YouTube – Unterhaltung oder Werbung?

YouTube ist erfolgreich und YouTuber ein legitimer Beruf. Dass man auf der Videoplattform durch Partnerschaften, Product Placement, Werbeverträge und Merchandise Geld verdienen kann, ist kein Geheimnis mehr. Was darunter aber leidet, ist der eigentliche Gedanke von YouTube: private Videos auf der Welt mit Menschen zu teilen.

Ein Video, das sehr gut erklärt, wie schamlos mit YouTube Geld verdient wird, ist zum Beispiel das hier:


Und ich wollte einfach mal die Diskussion in den Raum werfen, wie ihr zu der ganzen Geschichte steht. Seht ihr die Kommerzialisierung von YouTube kritisch oder sagt ihr, dass man ja selbst immer noch entscheiden kann, was man guckt und was nicht? Natürlich auch hier der Hinweis, dass es keine richtige und keine falsche Meinung gibt.

Ich persönlich sehe das Ganze sehr kritisch, vor allem wegen der Aspekte, die in dem Video angesprochen werden. YouTube wird mehr und mehr zu einer Werbeplattform. Manager, die hinter YouTubern stehen, gehen gewissenlos vor und verkaufen junge Leute, die vor die Kamera wollen und oftmals wenig Ahnung von der Wirtschaft und damit verbundenen ethischen Entscheidungen haben.
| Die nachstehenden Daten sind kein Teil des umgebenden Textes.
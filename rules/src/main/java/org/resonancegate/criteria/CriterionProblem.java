package org.resonancegate.criteria;

/**
 * A criterion that cannot be judged: numerical trouble (a value that is not a finite number) or a
 * criterion that has nothing to judge. It becomes an error entry, never a pass.
 */
public final class CriterionProblem extends RuntimeException {

    private static final long serialVersionUID = 1L;

    public CriterionProblem(String message) {
        super(message);
    }

    /** Refuses a value that is NaN or infinite, saying what it was. */
    static double requireFinite(double value, String what) {
        if (!Double.isFinite(value)) {
            throw new CriterionProblem("numerical trouble: " + what + " came out as " + value
                    + "; check that mass, stiffness and damping are positive and that damping is not zero");
        }
        return value;
    }
}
Produkte sollen um jeden Preis an den Mann gebracht werden. Dafür wird auch in Kauf genommen, dass 13-Jährige in den YouTubern Vorbilder und "Freunde" sehen, aber in dieser Vorstellung schlichtweg angelogen werden. Natürlich gibt es auch genug gute YouTuber, hinter denen kein kapitalistisches Management steht, aber ich denke trotzdem, dass klare Richtlinien benötigt werden, wie es sie z.B. für Fernsehwerbung auch gibt.
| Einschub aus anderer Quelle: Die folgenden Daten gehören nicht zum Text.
package org.resonancegate.units;

/**
 * One accepted unit spelling: its symbol as a user writes it, the dimension it measures and the
 * factor that turns a value in it into SI ({@code si = value × factor}).
 */
public record Unit(String symbol, Dimension dimension, double factor) {

    /**
     * The value written as {@code number} (decimal text), in SI. A decimal factor (mm, µm, mm/s,
     * MN/m, …) shifts the decimal point exactly, so "7.1 mm/s" becomes the double nearest 0.0071
     * rather than 7.1 × 0.001, whose rounding would show as 0.0070999999999999995 in reports.
     */
    public double toSi(String number) {
        int exponent = factor == 1 ? 0 : (int) Math.round(Math.log10(factor));
        if (factor == 1 || factor == Double.parseDouble("1e" + exponent)) {
            // both ways round the exact decimal once; the text way avoids a BigDecimal per value
            double si = number.indexOf('e') < 0 && number.indexOf('E') < 0
                    ? Double.parseDouble(exponent == 0 ? number : number + "e" + exponent)
                    : new java.math.BigDecimal(number).scaleByPowerOfTen(exponent).doubleValue();
            return si == 0 ? 0.0 : si; // "-0 mm" is zero, as a decimal number has no sign of zero
        }
        return Double.parseDouble(number) * factor;
    }
}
1 Benutzer hat sich bedankt.

Lord3d

Lame But Admin

  • »Lord3d« ist männlich

Beiträge: 983

Dabei seit: 7. Juli 2011

  • Private Nachricht senden

2

Freitag, 20. Februar 2015, 00:12

Ich hab absolut nichts dagegen, wenn man YouTube zu seinem Beruf macht, is für mich nicht viel anders als wenn Leute mit Filmen im Kino Geld machen oder wenn sie für nen Auftritt als Komiker Geld bekommen - nur YouTube ist eben zugänglicher. Natürlich geht es auch darum, irgendwie Zuschauer zu bekommen, damit das überhaupt klappt.
Was ich das leider oft sehe ist, dass einige bei berühmten YouTubern Kommentare ala "Guckt mal bei meinem Channel rein!" schreiben, um irgendwie auf sich aufmerksam zu machen, was ich wiederum nervig finde. Komischerweise schreiben das auch oft Leute mit keinen Videos am Kanal, aber naja, Internet halt.

Was mich aber wirklich bei vielen YouTubern stört, die wirklich von YouTube leben, ist dieses Gefühl von Massenproduktion. Weil sie ja von nix anderem leben, müssen sie ja regelmäßig (meistens wöchentlich) ein Video rausbringen, viele haben da ja einen fixen Terminplan. Da kommt es mir bei vielen leider so vor, dass oft mal einfach irgendwas aufgenommen und hochgeladen wird, nur damit die Fans nicht rumjammern und mit Deabos drohen.
Dadurch wirken aber Videos nach und nach immer lustloser und jede Idee, die man irgendwie hatte, muss verwertet werden, egal wie billig, peinlich oder dumm sie auch ist. So kommt es mir zumindest oft vor, auch bei großen YouTubern, die schon sehr lange dabei sind.
Leider bemerke ich auch sehr oft, wie falsch manche YouTuber sind, wo ich mich beim Reingucken öfter mal frage, ob die sich das eigentlich selbst abkaufen, was sie da sagen.Es gibt z.B. genug YouTuber, die mehrmals in Videos ihre "beste Community der Welt" loben, sich dann aber laufend auf Twitter über richtig dumme Kommentare der User beschweren. Gibt natürlich noch viel schlimmere Sachen, auf die ich nicht näher eingehen will.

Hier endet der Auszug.